Wenger: "Il faut revenir à la réalité"

Le 14/12/2013 à 19:40Mis à jour Le 14/12/2013 à 23:37

Torpillé par Manchester City (6-3), samedi, à l'Etihad Stadium, Arsenal, déjà battu par Naples mercredi, sort d'une semaine bien compliquée et inquiète défensivement avant de recevoir Chelsea le week-end prochain et d'aborder la décisive fin du mois de décembre.

En l'espace d'une semaine, Arsenal, toujours leader de Premier League avec 35 points, a presque dilapidé toute l'avance dont il disposait sur son trio de poursuivants directs (Chelsea, Liverpool et Manchester City). Malmenés par Everton à l'Emirates Stadium, dimanche dernier, battus logiquement et passés à un but d'une improbable élimination en Ligue des champions à Naples (2-0) et largement surclassé par Manchester City samedi (6-3), les hommes d'Arsène Wenger papillonnent sur tous les plans. Si son bilan global (seulement trois défaites en Premier League après la 16e journée et cinq au total), n'incite évidemment pas à déclencher l'alarme à incendie, la mauvaise passe que traverse Arsenal depuis quelques jours n'arrive pas au meilleur moment.

Face à un City de gala, meilleure attaque de Premier League (41 buts inscris, dont 29 à domicile), les Gunners ont affiché de nombreuses carences. En tout premier lieu en défense, où le back-four, qui retrouvait un Bacary Sagna titulaire mais sans rythme, est passé complètement à côté de son sujet. Un match sans qui coûte à Arsenal son plus grand nombre de buts encaissés face aux Citizens dans une rencontre de championnat. La charnière centrale Mertesacker - Koscielny, pourtant une référence outre-Manche, qui restait sur trois buts encaissés en 180 minutes, n'a d'ailleurs pas rassuré pendant 41 minutes en encaissant deux nouveaux buts et affichant une lenteur certaine.

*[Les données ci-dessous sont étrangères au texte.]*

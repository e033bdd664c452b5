using System.Numerics;
using System.Runtime.CompilerServices;
using System.Runtime.InteropServices;
using CanopyAdvisor.Core.Geometry;
using CanopyAdvisor.Core.Validation;
using NodaTime;
using Vector3 = CanopyAdvisor.Core.Geometry.Vector3;

namespace CanopyAdvisor.Core.Plants;
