def aero_text(sol, stall, conv, lattice, planform=None) -> str:
    """The `aero` console text: a quantity / value / unit table (results first, the reference
    geometry last), the stall onset, the convergence check, and the strip table."""
    kind = "half wing with mirror images" if lattice.mirrored else "full span"
    xr = np.asarray(lattice.x_ref, float)
    cn = normal_force_coefficient(sol.CL, sol.CDi, sol.alpha_deg)
    rows = [
        ("lift coefficient CL", f"{sol.CL:.5f}", "-"),
        ("normal-force coefficient CN (CL cos a + CDi sin a)", f"{cn:.5f}", "-"),
        ("induced drag coefficient CDi (Trefftz plane)", f"{sol.CDi:.6f}", "-"),
        ("span efficiency e", f"{sol.e:.4f}" if abs(sol.CL) > 1e-6 else "-", "-"),
        ("pitching moment coefficient Cm (nose-up +)", f"{sol.Cm:.5f}", "-"),
        ("lift slope CL_alpha", f"{sol.CL_alpha_per_rad:.4f}", "1/rad"),
        ("zero-lift angle", f"{sol.alpha_zero_lift_deg:.3f}", "deg"),
        ("aerodynamic centre x_ac", f"{sol.x_ac_m:.4f}", "m"),
        ("angle of attack", f"{sol.alpha_deg:.3f}", "deg"),
        ("Mach number", f"{sol.mach:.3f}", "-"),
        ("reference area S_ref (both sides)", f"{lattice.s_ref:.4f}", "m^2"),
        ("reference chord c_ref (MAC)", f"{lattice.c_ref:.4f}", "m"),
        ("reference span b_ref", f"{lattice.b_ref:.4f}", "m"),
        ("Cm reference point x, y, z (MAC quarter chord)",
         f"{xr[0]:.4f}, {xr[1]:.4f}, {xr[2]:.4f}", "m"),
        ("lattice panels (span x chord, one side)", f"{lattice.n_span} x {lattice.n_chord}", ""),
    ]
    lines = [f"Vortex lattice on the wing ({kind}); wing frame: x aft, y starboard, z up", "",
             table_text(rows)]
    if planform is not None and planform.area > 0:
        d = 100.0 * (lattice.s_ref / planform.area - 1.0)
        lines.append(f"  S_ref is the area of the lattice's straight-edged strips; `inspect` integrates"
                     f" the station chords\n  (S = {planform.area:.4f} m^2): S_ref differs by "
                     f"{d:+.2f} %. Coefficients use S_ref.")
    if stall:
        y0, cl0 = stall.get("first_station_y"), stall.get("CL_at_onset")
        if y0 is not None and cl0 is not None:
            if math.isfinite(y0) and math.isfinite(cl0):
                lines.append(f"Stall onset (section maximum lift coefficient "
                             f"{stall.get('cl_max', float('nan')):.2f}): first at y = {y0:.3f} m, "
                             f"wing CL = {cl0:.4f}, alpha = "
                             f"{stall.get('alpha_at_onset', float('nan')):.2f} deg")
            else:
                lines.append("Stall onset: section cl_max not reached within 45 deg of zero lift")
    if conv:
        levels = conv.get("levels")
        lines.append("Convergence (Richardson extrapolation over three lattice densities"
                     + (": " + ", ".join(f"{lv['n_span']}x{lv['n_chord']}" for lv in levels)
                        if levels else "") + " panels):")
        for key, val in conv.items():
            if isinstance(val, dict) and "extrapolated" in val:
                label, unit = CONVERGENCE_UNITS.get(key, (key, "-"))
                u = f" [{unit}]" if unit != "-" else " [dimensionless]"
                vals = ", ".join(f"{v:.6g}" for v in np.atleast_1d(val.get("values", [])))
                order = val.get("order", float("nan"))
                if math.isfinite(order):
                    lines.append(f"  {label}{u}: values {vals} -> extrapolated "
                                 f"{val['extrapolated']:.6g}, error estimate "
                                 f"{val.get('error', float('nan')):.2g}, observed order {order:.2f}")
                else:
                    lines.append(f"  {label}{u}: values {vals}: not converging monotonically; no "
                                 f"extrapolation (largest change {val.get('error', float('nan')):.2g})")
    lines += ["", "Strips (one side, root to tip; running lift = q x lift per q, N/m at dynamic "
              "pressure q in Pa; lift per q = cl x chord)",
              f"  {'lift per q (N/m/Pa)':>19}  {'span y (m)':>10}  {'chord (m)':>9}  "
              f"{'section cl':>10}  {'section cdi':>11}"]
    for i in range(sol.y.size):
        lines.append(f"  {sol.lift_per_q[i]:19.5f}  {sol.y[i]:10.4f}  {sol.chord[i]:9.4f}  "
                     f"{sol.cl[i]:10.4f}  {sol.cdi[i]:11.6f}")
    lines.append("")
    lines.append(CAUTION)
    return "\n".join(lines)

La sortie sur blessure du Français, victime d'une entaille profonde au genou gauche, avant la mi-temps, n'a ensuite pas arrangé les affaires du bloc défensif. Thomas Vermaelen, son suppléant au temps de jeu famélique cette saison, n'a en tout cas montré aucune garantie au technicien Français qui ne sait pas encore combien de temps il devra se passer des services de l'international tricolore. Dans les couloirs, Bacary Sagna et Nacho Monreal, se sont faits manger par le trio Nasri - Agüero - Silva (plus Jesus Navas et James Milner), excellents en phases de contre.



"C'est un mauvais jour, a souligné un Arsène Wenger vraiment désappointé au micro de la BBC Sports après la rencontre. On n'a pas respecté les consignes et on a été trop perméable lorsque Flamini est sorti (remplacé à la 72e minute par Serge Gnabry). On ne peut pas dire qu'ils ne méritent pas leurs buts. Nous, il faut revenir à la réalité, c'est-à-dire défendre collectivement, et on n'a pas fait ça aujourd'hui". Au soir de la 16e journée, Arsenal, avec 17 buts encaissés, laisse donc le titre honorifique de meilleure défense de Premier League à Everton et Southampton (14 buts). C'est la pierre angulaire du système tactique d'Arsène Wenger qui a failli. Les Gunners n'avaient plus concédé trois buts dans une rencontre depuis l'ouverture de la saison et la déroute à domicile face à Aston Villa (1-3).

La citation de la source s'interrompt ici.